Slope Calculator

Understanding slope, the y-intercept, and the equation of a line

A straight line in the coordinate plane is completely described by its slope and one point on the line. When two points are known, both the slope and the y-intercept can be calculated, and from those two values the full equation of the line in slope-intercept form can be written. This slope calculator takes two coordinate points as input and returns the slope, y-intercept, line equation, the angle the line makes with the x-axis, and a classification of the slope type.

To use the calculator, enter the x and y coordinates of both points. The coordinates can be any real numbers, including negative values and zero. After clicking Calculate slope, the result displays all five pieces of information about the line in a single panel.

Slope (represented by the letter m) is defined as the rise over the run: m = (y2 minus y1) divided by (x2 minus x1). Rise is the vertical change between the two points and run is the horizontal change. For example, if the first point is (1, 3) and the second is (4, 9), the rise is 9 minus 3 = 6 and the run is 4 minus 1 = 3, giving a slope of 6 divided by 3 = 2. This means the line rises 2 units vertically for every 1 unit it moves horizontally.

The y-intercept (b) is the value of y where the line crosses the y-axis, at x = 0. Given the slope and one point, the y-intercept is found using the point-slope relationship: b = y1 minus m times x1. From the example above, b = 3 minus 2 times 1 = 1. The full equation is therefore y = 2x + 1.

The slope-intercept form y = mx + b is the standard way to write a linear equation. It immediately communicates both the slope (the coefficient of x) and where the line crosses the y-axis (the constant term). Any point on the line can be verified by substituting its x-coordinate into the equation and confirming that the result equals the y-coordinate.

The angle the line makes with the positive x-axis is the arctangent of the slope. For a slope of 2, the angle is arctangent(2) which is approximately 63.43 degrees. This angle is always between -90 and +90 degrees (exclusive) for any finite slope. For a vertical line (undefined slope), the angle is exactly 90 degrees.
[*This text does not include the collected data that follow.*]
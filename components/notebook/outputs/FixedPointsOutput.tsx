import { StyleSheet, Text, View } from 'react-native';
import { colors, fonts, spacing } from '../../../constants/theme';
import { CopyableFormula } from '../CopyableFormula';
import type { FixedPointShape } from '../resultShapes';
import { coefficientLines, seriesTex, seriesText } from '../texFormat';
import { CoefficientTable } from './CoefficientTable';
import { Notices } from './ExponentsOutput';
import { QuadraticOperators, quadraticOperatorsOf } from './QuadraticOperators';

function stabilityText(point: FixedPointShape): string {
  if (point.status === 'complex') return 'complex: not physical';
  if (point.stable === null) return point.caveats.length ? 'undecided' : '';
  return point.stable ? 'IR-stable' : 'unstable';
}

const SUBSCRIPTS = '₀₁₂₃₄₅₆₇₈₉';
const subscriptDigits = (n: number) => String(n).replace(/\d/g, (digit) => SUBSCRIPTS[Number(digit)]);

/** Every fixed point: its caveats first, couplings as ε-series, a table of values and stability. */
export function FixedPointsOutput({ eps, points, fileName, testID }: { eps: string | null; points: FixedPointShape[]; fileName: string; testID?: string }) {
  const rows = points.map((point) => [
    point.name,
    point.couplings.map((c) => `${c.name} = ${c.value ?? '—'}`).join('; '),
    point.stabilityValues ? point.stabilityValues.join(', ') : '—',
    stabilityText(point),
    point.status,
  ]);
  return (
    <View style={styles.wrap} testID={testID}>
      {eps ? <Text style={styles.caption}>Values at ε = {eps}.</Text> : null}
      {points.map((point, index) => (
        <View key={point.name} style={styles.point}>
          <Text style={styles.name}>{point.name}{point.stable ? ' · IR-stable' : ''}</Text>
          <Notices notices={point.caveats} testID={testID ? `${testID}-caveats-${index}` : undefined} />
          {point.couplings.map((c) => (
            <CopyableFormula key={c.name} tex={(n) => `${c.name}_* = ${seriesTex(0, c.series, true, n)}`} text={`${c.name}* = ${seriesText(0, c.series)}`} values={coefficientLines(c.series)} />
          ))}
          {point.stabilitySeries.map((series, k) =>
            series ? (
              <CopyableFormula key={k} tex={(n) => `\\lambda_{${k + 1}} = ${seriesTex(0, series, true, n)}`} text={`λ${k + 1} = ${seriesText(0, series)}`} values={coefficientLines(series)} />
            ) : <Text key={k} style={styles.caption}>{`λ${subscriptDigits(k + 1)}: no ε-series (see the notes)`}</Text>,
          )}
          {point.notes.map((note, index) => <Text key={index} style={styles.caption}>{note}</Text>)}
          <PointOperators point={point} eps={eps} testID={testID ? `${testID}-operators-${index}` : undefined} />
        </View>
      ))}
      <CoefficientTable header={['fixed point', 'couplings', 'stability eigenvalues', 'stability', 'status']} rows={rows} fileName={fileName} testID={testID ? `${testID}-table` : undefined} />
    </View>
  );
}

function PointOperators({ point, eps, testID }: { point: FixedPointShape; eps: string | null; testID?: string }) {
  const operators = quadraticOperatorsOf(point.quadraticOperators);
  return operators ? <QuadraticOperators operators={operators} eps={eps} testID={testID} /> : null;
}

const styles = StyleSheet.create({
  wrap: { gap: spacing.md },
  point: { gap: spacing.xs, borderLeftWidth: 2, borderLeftColor: colors.rule, paddingLeft: spacing.md },
  name: { fontFamily: fonts.semibold, fontSize: 14, color: colors.ink },
  caption: { fontFamily: fonts.regular, fontSize: 13, color: colors.inkSoft },
});
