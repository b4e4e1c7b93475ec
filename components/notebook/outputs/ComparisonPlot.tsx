import { StyleSheet, Text, View } from 'react-native';
import Svg, { Circle, G, Line, Path, Rect, Text as SvgText } from 'react-native-svg';
import { colors, comparisonPlot, fonts, spacing } from '../../../constants/theme';
import { comparisonLegend, type ComparisonGeometry, type VariantStyle } from '../plotSvg';
import { PlotAxes } from './PlotAxes';

/**
 * A testID on an SVG element: react-native-svg hands `testID` to native views, but on the web it renders plain
 * DOM elements, where only a `data-testid` attribute can be found.
 */
export const svgTestID = (id: string): object => ({ testID: id, 'data-testid': id });

/** Series variants as lines (broken where a value is missing), the data as points with error bars or a boundary, marks and kinks; the legend below the plot, never over it. */
export function ComparisonPlot({ geometry: g, dataLabel }: { geometry: ComparisonGeometry; dataLabel: string }) {
  return (
    <View style={styles.wrap}>
      <Svg width={g.width} height={g.height} {...svgTestID('comparison-plot')} accessibilityLabel={`${g.yTitle} against ${g.xTitle}: series and data`} fontFamily={fonts.regular}>
        <Rect x={0} y={0} width={g.width} height={g.height} fill={colors.surface} />
        {g.band ? (
          <Rect x={g.band.x0} y={g.plotTop} width={Math.max(1, g.band.x1 - g.band.x0)} height={g.plotBottom - g.plotTop} fill={comparisonPlot.dataBand} {...svgTestID('comparison-data-range')} />
        ) : null}
        <PlotAxes geometry={g} />
        {g.marks.map((mark) => (
          <G key={mark.key} {...svgTestID(`comparison-mark-${mark.key}`)}>
            <Line x1={mark.x} x2={mark.x} y1={g.plotTop} y2={g.plotBottom} stroke={comparisonPlot.mark} strokeDasharray="4 3" />
            <SvgText x={mark.x + 4} y={g.plotTop + 12} fontSize={11} fill={comparisonPlot.mark}>{mark.label}</SvgText>
          </G>
        ))}
        {g.data.show === 'boundary' ? (
          <Path d={g.data.segments.join(' ')} fill="none" stroke={comparisonPlot.data} strokeWidth={3} strokeOpacity={0.85} {...svgTestID('comparison-boundary')} />
        ) : (
          <G {...svgTestID('comparison-data-points')}>
            {g.data.points.map((point, i) => (
              <G key={i}>
                {point.barTop !== undefined && point.barBottom !== undefined ? <Line x1={point.cx} x2={point.cx} y1={point.barTop} y2={point.barBottom} stroke={comparisonPlot.data} /> : null}
                <Circle cx={point.cx} cy={point.cy} r={3} fill={comparisonPlot.data} />
              </G>
            ))}
          </G>
        )}
        {g.curves.map((curve) => (
          <Path key={curve.key} d={curve.segments.join(' ')} fill="none" stroke={curve.style.color} strokeWidth={2} strokeLinecap="round" strokeDasharray={curve.style.dash} {...svgTestID(`comparison-curve-${curve.key}`)} />
        ))}
        {g.kinks.map((kink, i) => (
          <G key={i} {...svgTestID(`comparison-kink-${i}`)}>
            <Line x1={kink.x0} x2={kink.x1} y1={kink.cy} y2={kink.cy} stroke={comparisonPlot.kink} strokeWidth={2} />
            <Path d={`M${kink.cx},${kink.cy - 6} L${kink.cx + 6},${kink.cy} L${kink.cx},${kink.cy + 6} L${kink.cx - 6},${kink.cy} Z`} fill={comparisonPlot.kink} />
          </G>
        ))}
      </Svg>
      <View style={styles.legend} testID="comparison-legend">
        {comparisonLegend(g, dataLabel).map((entry) => (
          <LegendEntry key={entry.label} label={entry.label} style={entry.style} dots={entry.dots} />
        ))}
      </View>
    </View>
  );
}

export function LegendEntry({ label, style, dots = false }: { label: string; style: VariantStyle; dots?: boolean }) {
  return (
    <View style={styles.legendItem}>
      <Svg width={28} height={10}>
        {dots ? <Circle cx={14} cy={5} r={3} fill={style.color} /> : <Line x1={1} x2={27} y1={5} y2={5} stroke={style.color} strokeWidth={2} strokeDasharray={style.dash} />}
      </Svg>
      <Text style={styles.legendText}>{label}</Text>
    </View>
  );
}

const styles = StyleSheet.create({
  wrap: { gap: spacing.sm },
  legend: { flexDirection: 'row', flexWrap: 'wrap', columnGap: spacing.md, rowGap: spacing.xs },
  legendItem: { flexDirection: 'row', alignItems: 'center', gap: spacing.xs, maxWidth: '100%' },
  legendText: { fontFamily: fonts.medium, fontSize: 13, color: colors.ink, flexShrink: 1 },
});
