function describeBranch<C>(spec: ModelSpec, pieces: FlowPieces<C>, branch: Branch<C>, siblings: Branch<C>[], options: FixedPointOptions<C>): FixedPoint<C> {
  const { flow } = pieces;
  const eigen = eigenvalueSeries(pieces, stabilitySeriesMatrices(pieces, branch.series));
  const point: FixedPoint<C> = { name: nameOf(spec, pieces, branch.series), status: branch.status, couplingSeries: branch.series, eigenvalueSeries: eigen.series, couplingValues: null, eigenvalueValues: null, stable: null, notes: [...eigen.notes], caveats: [] };
  if (options.eps === null || flow.calculus.symbolic) {
    if (branch.status === 'complex') point.stable = false;
    return point;
  }
  const eps = options.eps as unknown as Real;
  applyValuesAtEps(flow as unknown as DerivedFlow<Real>, point, valuesAtEps(pieces, branch, siblings, eps), eps);
  return point;
}

/**
 * A point's root at ε, its stability and caveats. The stability check (truncated series against its
 * Padé approximant, and against the eigenvalues at a real root) runs for every point: a complex point
 * is never stable, but a sign that depends on resummation is still said.
 */
function applyValuesAtEps<C>(flow: DerivedFlow<Real>, point: FixedPoint<C>, at: AtEps, eps: Real): void {
  const caveats = point.caveats as FixedPointCaveat[];
  point.notes.push(...at.notes);
  point.couplingValues = at.couplingValues;
  if (at.eigenvalueFull) {
    point.eigenvalueFull = at.eigenvalueFull;
    point.eigenvalueValues = at.eigenvalueFull.map(complexOps(flow.calculus.ctx.ring).toDouble);
  }
  const complex = !!at.complexValues || point.status === 'complex';
  const { calculus } = flow;
  const verdict = stabilityAt(point.eigenvalueSeries as unknown as (LaurentSeries<Real> | null)[] | null, complex ? null : point.eigenvalueValues, eps, calculus.isNegligible, calculus.digits);
  if (complex) {
    if (at.complexValues) point.complexValues = at.complexValues;
    point.status = 'complex';
    point.stable = false;
    caveats.push({ kind: 'complex-at-eps', message: `at ε = ${eps.toSignificantDigits(6).toString()} the truncated β has no real fixed point on this branch, only a complex pair: not a physical fixed point there, never IR-stable; results that use it evaluate its real ε-series` }, ...verdict.caveats);
    return;
  }
  point.stable = verdict.stable;
  caveats.push(...verdict.caveats);
}
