import { StyleSheet, View } from 'react-native';
import { spacing } from '../../../constants/theme';
import type { CellInput } from '../../../shared/notebook';
import { TextField } from '../../ui/TextField';
import { ChoiceRow } from '../ChoiceRow';
import { optionalText, SetupChoice, WholeNumberField, type EditorProps } from './fields';

type IntegralInput = Extract<CellInput, { kind: 'integral' }>;

export function IntegralEditor({ input, errors, onChange, setupLabels, testPrefix }: EditorProps<IntegralInput>) {
  return (
    <View style={styles.form}>
      <ChoiceRow
        label="Integral"
        options={[{ value: 'bubble', label: 'One-loop bubble G(a, b)' }, { value: 'laurent', label: 'Γ-product' }]}
        value={input.form}
        onChange={(form) => onChange({ ...input, form })}
        testID={`${testPrefix}-form`}
      />
      {input.form === 'laurent' ? (
        <TextField label="Product of Γ factors" value={input.expr ?? ''} onChangeText={(expr) => onChange({ ...input, expr: optionalText(expr) })} error={errors.expr} hint="e.g. gamma(eps/2)*gamma(1 - eps/2)/gamma(1 + eps)" testID={`${testPrefix}-expr`} />
      ) : (
        <View style={styles.pair}>
          <View style={styles.half}>
            <TextField label="Power a" value={input.a ?? ''} onChangeText={(a) => onChange({ ...input, a: optionalText(a) })} error={errors.a} testID={`${testPrefix}-a`} />
          </View>
          <View style={styles.half}>
            <TextField label="Power b" value={input.b ?? ''} onChangeText={(b) => onChange({ ...input, b: optionalText(b) })} error={errors.b} testID={`${testPrefix}-b`} />
          </View>
        </View>
      )}
      <TextField label="d, in ε and parameters" value={input.d} onChangeText={(d) => onChange({ ...input, d })} error={errors.d} hint="e.g. 2*s - eps" testID={`${testPrefix}-d`} />
      <WholeNumberField label="Expand through ε to the power" value={input.order} onChange={(order) => onChange({ ...input, order: order as number })} error={errors.order} testID={`${testPrefix}-order`} />
      <SetupChoice optional value={input.uses} setupLabels={setupLabels} onChange={(uses) => onChange({ ...input, uses })} error={errors.uses} testID={`${testPrefix}-uses`} />
    </View>
  );
}

const styles = StyleSheet.create({
  form: { gap: spacing.md },
  pair: { flexDirection: 'row', gap: spacing.md },
  half: { flex: 1 },
});
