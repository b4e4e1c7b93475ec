import { StyleSheet, Text, TextInput, View } from 'react-native';
import { colors, fonts, spacing } from '../../../constants/theme';
import type { CellInput } from '../../../shared/notebook';
import { FieldError, type EditorProps } from './fields';

type NoteInput = Extract<CellInput, { kind: 'note' }>;

export function NoteEditor({ input, errors, onChange, testPrefix }: EditorProps<NoteInput>) {
  return (
    <View style={styles.wrap}>
      <Text style={styles.label}>Text</Text>
      <TextInput
        accessibilityLabel="Note text"
        multiline
        value={input.text}
        onChangeText={(text) => onChange({ ...input, text })}
        placeholder="Markdown, with $inline$ and $$display$$ TeX"
        placeholderTextColor={colors.inkFaint}
        style={styles.input}
        testID={`${testPrefix}-text`}
      />
      {errors.text ? <FieldError message={errors.text} testID={`${testPrefix}-text-error`} /> : null}
    </View>
  );
}

const styles = StyleSheet.create({
  wrap: { gap: spacing.xs },
  label: { fontFamily: fonts.medium, fontSize: 14, color: colors.inkSoft },
  input: { minHeight: 120, borderWidth: 1, borderColor: colors.rule, borderRadius: 6, padding: spacing.md, fontFamily: fonts.regular, fontSize: 15, lineHeight: 22, color: colors.ink, backgroundColor: colors.surface, textAlignVertical: 'top' },
});
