import { StyleSheet, Text, View } from 'react-native';
import { colors, fonts, spacing } from '../../../constants/theme';
import type { CellInput } from '../../../shared/notebook';
import { TextField } from '../../ui/TextField';
import { ChipButton } from '../ChipButton';
import { nameOfQuantity } from '../texFormat';
import { longRangeWindow } from '../fieldErrors';
import { FieldError, optionalText, SetupChoice, WholeNumberField, type EditorProps } from './fields';

type ScanInput = Extract<CellInput, { kind: 'scan' }>;
type Quantity = ScanInput['quantities'][number];
const quantities: Quantity[] = ['nuInv', 'nu', 'eta', 'gamma', 'omega', 'Delta_phi2', 'Delta_phi4'];

export function ScanEditor({ input, errors, onChange, setupLabels, setupDimensions, testPrefix }: EditorProps<ScanInput>) {
  const d = setupDimensions?.get(input.uses);
  const sWindow = longRangeWindow(d);
  const toggle = (quantity: Quantity) =>
    onChange({ ...input, quantities: input.quantities.includes(quantity) ? input.quantities.filter((q) => q !== quantity) : [...input.quantities, quantity] });
  return (
    <View style={styles.form}>
      <SetupChoice value={input.uses} setupLabels={setupLabels} onChange={(uses) => onChange({ ...input, uses: uses ?? '' })} error={errors.uses} testID={`${testPrefix}-uses`} />
      <View style={styles.pair}>
        <View style={styles.half}>
          <TextField label="s from" value={input.from} onChangeText={(from) => onChange({ ...input, from })} error={errors.from} hint={sWindow ? `d = ${d}: s in ${sWindow}` : 'Above d/2, at most 2'} testID={`${testPrefix}-from`} />
        </View>
        <View style={styles.half}>
          <TextField label="s to" value={input.to} onChangeText={(to) => onChange({ ...input, to })} error={errors.to} testID={`${testPrefix}-to`} />
        </View>
      </View>
      <WholeNumberField label="Points" value={input.points} onChange={(points) => onChange({ ...input, points: points as number })} error={errors.points} testID={`${testPrefix}-points`} />
      <View style={styles.group}>
        <Text style={styles.label}>Plot</Text>
        <View style={styles.chips}>
          {quantities.map((quantity) => (
            <ChipButton key={quantity} label={nameOfQuantity(quantity)} selected={input.quantities.includes(quantity)} onPress={() => toggle(quantity)} testID={`${testPrefix}-q-${quantity}`} />
          ))}
        </View>
        {errors.quantities ? <FieldError message={errors.quantities} testID={`${testPrefix}-quantities-error`} /> : null}
      </View>
      <TextField
        label="Short-range Δσ (marks s* = d − 2Δσ)"
        value={input.deltaSigmaShortRange ?? ''}
        onChangeText={(value) => onChange({ ...input, deltaSigmaShortRange: optionalText(value) })}
        error={errors.deltaSigmaShortRange}
        hint="Optional"
        testID={`${testPrefix}-deltaSigma`}
      />
    </View>
  );
}

const styles = StyleSheet.create({
  form: { gap: spacing.md },
  pair: { flexDirection: 'row', gap: spacing.md },
  half: { flex: 1 },
  group: { gap: spacing.xs },
  label: { fontFamily: fonts.medium, fontSize: 14, color: colors.inkSoft },
  chips: { flexDirection: 'row', flexWrap: 'wrap', gap: spacing.sm },
});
Slope classification: positive, negative, zero, and undefined

A positive slope means the line rises from left to right as x increases. This is the most common orientation for lines representing growth, increase, or upward trends in data. A negative slope means the line falls from left to right. Lines with negative slope represent decrease or inverse relationships. A slope of zero means the line is perfectly horizontal: y is constant regardless of x. These are lines of the form y = c for some constant c. An undefined slope means the line is perfectly vertical: x is constant regardless of y. These are lines of the form x = c. For a vertical line, the calculator returns a special message rather than a numeric slope, since the slope formula requires dividing by the run, which is zero for vertical lines.

The absolute value of the slope tells you the steepness of the line. A slope of 0.1 is nearly flat. A slope of 10 is very steep. Two lines are parallel if and only if they have the same slope. Two lines are perpendicular if the product of their slopes equals -1 (equivalently, one slope is the negative reciprocal of the other). These relationships are fundamental in geometry when working with grids, graphs, and coordinate proofs.

Practical applications of slope calculations

Slope has direct physical meaning in many contexts. In civil engineering and road design, gradient or grade is the slope of a road expressed as a percentage: a 5% grade rises 5 units for every 100 units of horizontal distance. Building codes specify maximum ramp gradients for wheelchair accessibility. Roof pitch is expressed as a slope ratio. The slope of a water main or drain pipe determines whether water flows under gravity.

In economics and finance, the slope of a graph indicates the rate of change. A demand curve with a steeper slope indicates a less elastic relationship between price and quantity. A stock chart with a steep positive slope over a period indicates rapid price growth. In physics, the slope of a distance-time graph is velocity, and the slope of a velocity-time graph is acceleration.

In data analysis and statistics, linear regression finds the line that best fits a set of data points. The slope of that line is the regression coefficient, which tells you how much the dependent variable changes for each unit increase in the independent variable. Understanding slope intuitively — as the rate of change between two variables — is one of the most transferable mathematical skills across quantitative disciplines.